## Directions for this task
In the data below, find every line with the word "length" and copy it out.

(Dataset excerpts)
▬▬▬▬▬▬

/* INI files: what is understood, and each kind of fault with the words it is refused in. */
#include "decode/inifile.h"

#include "unit/seeded.h"
#include "util/cleanup.h"
#include "util/files.h"

#include <errno.h>
#include <setjmp.h>
#include <stdarg.h>
#include <stdbool.h>
#include <stddef.h>
#include <stdint.h>
#include <string.h>

#include <cmocka.h>

enum { MESSAGE_SIZE = 512 };

/* text without its NUL, in a block of its own size, so that a sanitizer sees every step past it. */
static int parse(struct inifile **ret, const char *text, size_t length, char *message) {
    scoped(free_p) char *exact = malloc(length ? length : 1);

    assert_non_null(exact);
    memcpy(exact, text, length);
    memset(message, 0, MESSAGE_SIZE);
    return inifile_parse(ret, exact, length, "t.ini", message, MESSAGE_SIZE);
}

static struct inifile *good(const char *text) {
    struct inifile *ini = NULL;
    char message[MESSAGE_SIZE];
    int r = parse(&ini, text, strlen(text), message);

    if (r != 0)
        fail_msg("refused: %s", message);
    return ini;
}

static void bad_bytes(const char *text, size_t length, const char *const *parts) {
    struct inifile *ini = NULL;
    char message[MESSAGE_SIZE];

    assert_int_equal(parse(&ini, text, length, message), INIFILE_E_SYNTAX);
    assert_null(ini);
    for (; *parts; parts++)
        if (!strstr(message, *parts))
            fail_msg("'%s' lacks '%s'", message, *parts);
}

#define bad(text, ...) bad_bytes(text, strlen(text), (const char *const[]){__VA_ARGS__, NULL})

static void assert_entry(const struct inifile *ini, size_t i, const char *section, const char *key,
                         const char *value, int line) {
    const struct inifile_entry *e = inifile_entry(ini, i);

    assert_non_null(e);
    assert_string_equal(e->section, section);
    assert_string_equal(e->key, key);
    assert_string_equal(e->value, value);
    assert_int_equal(e->line, line);
}

static void test_reads_sections_keys_lines(void **state) {
    (void)state;
    scoped(inifile_free_p) struct inifile *ini = good("\xef\xbb\xbf# fen loggers\n"
                                                      "[unit]\r\n"
                                                      "name = heron ; by the sluice\n"
                                                      "\n"
                                                      "empty =\n"
                                                      "  ; indented comment\n"
                                                      "[ pack main ] ; the first\n"
                                                      "device=usb:1209:0001=x\n"
                                                      "[bare]");
    assert_entry(ini, 0, "unit", "name", "heron", 3);
    assert_entry(ini, 1, "unit", "empty", "", 5);
    assert_entry(ini, 2, "pack main", "device", "usb:1209:0001=x", 8);
    assert_null(inifile_entry(ini, 3));
    assert_string_equal(inifile_section(ini, 1)->name, "pack main");
    assert_string_equal(inifile_section(ini, 2)->name, "bare");
    assert_int_equal(inifile_section(ini, 2)->line, 9);
    assert_null(inifile_section(ini, 3));
    assert_ptr_equal(inifile_find(ini, "unit", "name"), inifile_entry(ini, 0));
    assert_null(inifile_find(ini, "unit", "device"));
    assert_string_equal(inifile_name(ini), "t.ini");
}

static void test_joins_indented_lines(void **state) {
    (void)state;
    scoped(inifile_free_p) struct inifile *ini = good("[curve]\n"
                                                      "charge =\n"
                                                      "   0 1 2 ; flat here\n"
                                                      "\t# between\n"
                                                      "\n"
                                                      "\t5 10\n"
                                                      "voltage = 2.5\n"
                                                      " 4.2 V\n"
                                                      "last = x");
    assert_entry(ini, 0, "curve", "charge", "0 1 2 5 10", 2);
    assert_entry(ini, 1, "curve", "voltage", "2.5 4.2 V", 7);
    assert_entry(ini, 2, "curve", "last", "x", 9);
}

static void test_accepts_nothing_at_all(void **state) {
    (void)state;
    scoped(inifile_free_p) struct inifile *ini = good("");
    assert_null(inifile_section(ini, 0));
    assert_null(inifile_entry(ini, 0));
}

/* inih keeps 49 bytes of a section's name; two long names must not become one. */
static void test_keeps_long_names_whole(void **state) {
    (void)state;
    scoped(inifile_free_p) struct inifile *ini =
        good("[aaaaaaaaaaaaaaaaaaaaaaaaaaaaaaaaaaaaaaaaaaaaaaaaaaaaaaaa1]\nk=1\n"
             "[aaaaaaaaaaaaaaaaaaaaaaaaaaaaaaaaaaaaaaaaaaaaaaaaaaaaaaaa2]\nk=2\n");
    assert_string_not_equal(inifile_entry(ini, 0)->section, inifile_entry(ini, 1)->section);
    assert_int_equal(strlen(inifile_entry(ini, 1)->section), 57);
}

static void test_refuses_lines_that_are_nothing(void **state) {
    (void)state;
    bad("[a]\nseries 1\n", "t.ini:2: ", "'series 1' is neither a section nor a key", "KEY = VALUE");
    bad("[a]\nseries: 1\n", "t.ini:2: ", "neither a section nor a key");
    bad("[a]\n\n= 1\n", "t.ini:3: ", "the key before '=' is missing");
    bad("[a]\nmy key = 1\n", "t.ini:2: ", "'my key' is no key", "letters, digits");
    bad("k = 1\n[a]\n", "t.ini:1: ", "before the first section", "[NAME]");
    bad("[a]\nk ; = 1\n", "t.ini:2: ", "'k' is neither");
}

static void test_refuses_broken_sections(void **state) {
    (void)state;
    bad("# x\n[a\nk = 1\n", "t.ini:2: ", "'[a' is no section", "[NAME]");
    bad("[a] k = 1\n", "t.ini:1: ", "'[a] k = 1' is no section");
    bad("[a]]\n", "t.ini:1: ", "is no section");
    bad("[  ]\n", "t.ini:1: ", "the section has no name");
}

/* Merging the two would hide which of them counts. */
static void test_refuses_duplicates(void **state) {
    (void)state;
    bad("[a]\nk = 1\nl = 2\nk = 3\n", "t.ini:4: ", "'k' stands a second time in [a]",
        "first in line 2");
    bad("[a]\nk = 1\n[b]\nk = 2\n[a]\n", "t.ini:5: ", "section [a] stands here a second time",
        "first in line 1");
    scoped(inifile_free_p) struct inifile *ini = good("[a]\nk = 1\n[b]\nk = 2\n");
    assert_entry(ini, 1, "b", "k", "2", 4);
}

/* inih would make `series = 1` a part of the value of `cells`. */
static void test_refuses_keys_lost_by_indenting(void **state) {
    (void)state;
    bad("[pack main]\ncells = nca-18650\n  series = 1\n", "t.ini:3: ", "'series = 1' is indented",
        "start of the line");
    bad("[a]\nk = 1\n [b]\n", "t.ini:3: ", "'[b]' is indented");
    bad("[a]\n  1 2 3\n", "t.ini:2: ", "'1 2 3' is indented", "none stands above it");
    bad("[a]\nk = 1\n[b]\n 2\n", "t.ini:4: ", "none stands above it in this section");
}

static void test_refuses_what_is_no_text(void **state) {
    static const char nul[] = "[a]\nk = 1\0002\n";

    (void)state;
    bad_bytes(nul, sizeof(nul) - 1, (const char *const[]){"t.ini:2: ", "byte 6 is NUL", NULL});
    bad("[a]\nk = \033[31m\n", "t.ini:2: ", "byte 5", "control character 0x1b");
    bad("[a]\rk = 1\n", "t.ini:1: ", "control character 0x0d");
    bad("[a]\nk = caf\xe9\n", "t.ini:2: ", "not UTF-8");
    bad("[a]\nk = \xc0\xaf\n", "t.ini:2: ", "not UTF-8");
    bad("\xff\xfe[\n", "t.ini:1: ", "not UTF-8");
    scoped(inifile_free_p) struct inifile *ini = good("[a]\nk = caf\xc3\xa9\n");
    assert_entry(ini, 0, "a", "k", "caf\xc3\xa9", 2);
}

static void test_line_of_199_bytes_is_the_longest(void **state) {
    char text[256] = "[a]\nk = ";

    (void)state;
    memset(text + 8, 'x', 195);
    scoped(inifile_free_p) struct inifile *ini = good(text);
    assert_int_equal(strlen(inifile_entry(ini, 0)->value), 195);
    text[203] = 'x';
    bad(text, "t.ini:2: ", "the line has 200 bytes", "at most 199", "indented line");
    /* a long comment is no better: it would be read as a comment and a line */
    text[4] = '#';
    bad(text, "t.ini:2: ", "the line has 200 bytes");
}

static void test_quotes_are_cut_between_characters(void **state) {
    (void)state;
    bad("[a]\nxxxxxxxxxxxxxxxxxxxxxxxxxxxxxxxxxxxxxxx\xc3\xa9 and more\n",
        "'xxxxxxxxxxxxxxxxxxxxxxxxxxxxxxxxxxxxxxx' is neither");
}

static void test_refuses_too_many(void **state) {
    enum { SIZE = 16384 };
    scoped(free_p) char *text = calloc(1, SIZE);
    size_t n = 0;

    (void)state;
    assert_non_null(text);
    for (int i = 0; i <= INIFILE_SECTIONS_MAX; i++)
        n += (size_t)snprintf(text + n, SIZE - n, "[s%d]\n", i);
    bad(text, "t.ini:65: ", "more than 64 sections");
    n = (size_t)snprintf(text, SIZE, "[a]\n");
    for (int i = 0; i <= INIFILE_ENTRIES_MAX; i++)
        n += (size_t)snprintf(text + n, SIZE - n, "k%d=\n", i);
    bad(text, "t.ini:514: ", "more than 512 keys");
    scoped(free_p) char *long_text = malloc(INIFILE_BYTES_MAX + 1);
    assert_non_null(long_text);
    memset(long_text, '\n', INIFILE_BYTES_MAX + 1);
    bad_bytes(long_text, INIFILE_BYTES_MAX + 1,
              (const char *const[]){"t.ini: ", "longer than 64 KiB", NULL});
}

static void test_first_fault_is_the_one_told(void **state) {
    (void)state;
    bad("[a]\nnothing\n[b\nk = \xff\n", "t.ini:2: ");
    bad("[a]\nk = 1\nk = 2\nnothing\n", "t.ini:3: ");
}

static void test_refuse_says_file_and_line(void **state) {
    char message[64];
    scoped(inifile_free_p) struct inifile *ini = good("[a]\nk = 1\n");

    (void)state;
    assert_int_equal(inifile_refuse(ini, 2, message, sizeof(message), "%s is wrong", "k"),
                     INIFILE_E_SYNTAX);
    assert_string_equal(message, "t.ini:2: k is wrong");
    inifile_refuse(ini, 0, message, sizeof(message), "no pack");
    assert_string_equal(message, "t.ini: no pack");
    inifile_refuse(ini, 2, message, 12, "cut");
    assert_string_equal(message, "t.ini:2: cu");
}

static void test_load(void **state) {
    static const char path[] = "/tmp/brink-test-inifile.ini";
    struct inifile *none = NULL;
    char message[MESSAGE_SIZE];

    (void)state;
    assert_int_equal(files_replace(path, "[a]\nk=1", 7, 0600, false), 0);
    scoped(inifile_free_p) struct inifile *ini = NULL;
    assert_int_equal(inifile_load(&ini, path, message, sizeof(message)), 0);
    unlink(path);
    assert_entry(ini, 0, "a", "k", "1", 2);
    assert_string_equal(inifile_name(ini), path);
    assert_int_equal(inifile_load(&none, path, message, sizeof(message)), -ENOENT);
    assert_string_equal(message,
                        "/tmp/brink-test-inifile.ini: cannot be read: No such file or directory");
    assert_int_equal(inifile_load(&none, "/tmp", message, sizeof(message)), -EISDIR);
    assert_non_null(strstr(message, "/tmp: cannot be read: Is a directory"));
    assert_null(none);
}

/* Any bytes at all: never a crash, and always a message when refused. */
static void test_rubbish(void **state) {
    static const char alphabet[] = "[]=;:# \t\n\r\nak1\"\xc3\xa9";
    scoped(seeded_free_p) gsl_rng *random = seeded_new("test_rubbish");

    (void)state;
    for (int round = 0; round < 20000; round++) {
        char text[64], message[MESSAGE_SIZE];
        scoped(inifile_free_p) struct inifile *ini = NULL;
        size_t n = 0;
        while (n < sizeof(text)) {
            text[n++] = alphabet[gsl_rng_uniform_int(random, sizeof(alphabet) - 1)];
        }
        int r = parse(&ini, text, n, message);
        assert_true(r == 0 ? ini != NULL
                           : r == INIFILE_E_SYNTAX && strncmp(message, "t.ini:", 6) == 0);
    }
}

int main(void) {
    const struct CMUnitTest tests[] = {
        cmocka_unit_test(test_reads_sections_keys_lines),
        cmocka_unit_test(test_joins_indented_lines),
        cmocka_unit_test(test_accepts_nothing_at_all),
        cmocka_unit_test(test_keeps_long_names_whole),
        cmocka_unit_test(test_refuses_lines_that_are_nothing),
        cmocka_unit_test(test_refuses_broken_sections),
        cmocka_unit_test(test_refuses_duplicates),
        cmocka_unit_test(test_refuses_keys_lost_by_indenting),
        cmocka_unit_test(test_refuses_what_is_no_text),
        cmocka_unit_test(test_line_of_199_bytes_is_the_longest),
        cmocka_unit_test(test_quotes_are_cut_between_characters),
        cmocka_unit_test(test_refuses_too_many),
        cmocka_unit_test(test_first_fault_is_the_one_told),
        cmocka_unit_test(test_refuse_says_file_and_line),
        cmocka_unit_test(test_load),
        cmocka_unit_test(test_rubbish),
    };

    return cmocka_run_group_tests(tests, NULL, NULL);
}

▬▬▬▬▬▬

## Solution to this task
static int parse(struct inifile **ret, const char *text, size_t length, char *message) {
    scoped(free_p) char *exact = malloc(length ? length : 1);
    memcpy(exact, text, length);
    return inifile_parse(ret, exact, length, "t.ini", message, MESSAGE_SIZE);
static void bad_bytes(const char *text, size_t length, const char *const *parts) {
    assert_int_equal(parse(&ini, text, length, message), INIFILE_E_SYNTAX);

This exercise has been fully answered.